■ **Task brief**
One line at a time, check the entries below for the word "plateauResistanceOhm", and copy each line that has it.

(Dataset entries)
========================================

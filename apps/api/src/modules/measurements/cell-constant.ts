/**
 * Cell constant from a conductivity standard: K = κ · R, with κ the standard's certified
 * conductivity (µS/cm, converted to S/cm) and R the real impedance on the plateau where the phase
 * is about 0° (Ω). Returns cm⁻¹.
 */
export function cellConstantPerCm(standardConductivityUsPerCm: number, plateauResistanceOhm: number): number {
  if (!(standardConductivityUsPerCm > 0) || !(plateauResistanceOhm > 0)) {
    throw new RangeError('conductivity and plateau resistance must both be positive');
  }
  return standardConductivityUsPerCm * 1e-6 * plateauResistanceOhm;
}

========================================

■ **Task result**
export function cellConstantPerCm(standardConductivityUsPerCm: number, plateauResistanceOhm: number): number {
  if (!(standardConductivityUsPerCm > 0) || !(plateauResistanceOhm > 0)) {
  return standardConductivityUsPerCm * 1e-6 * plateauResistanceOhm;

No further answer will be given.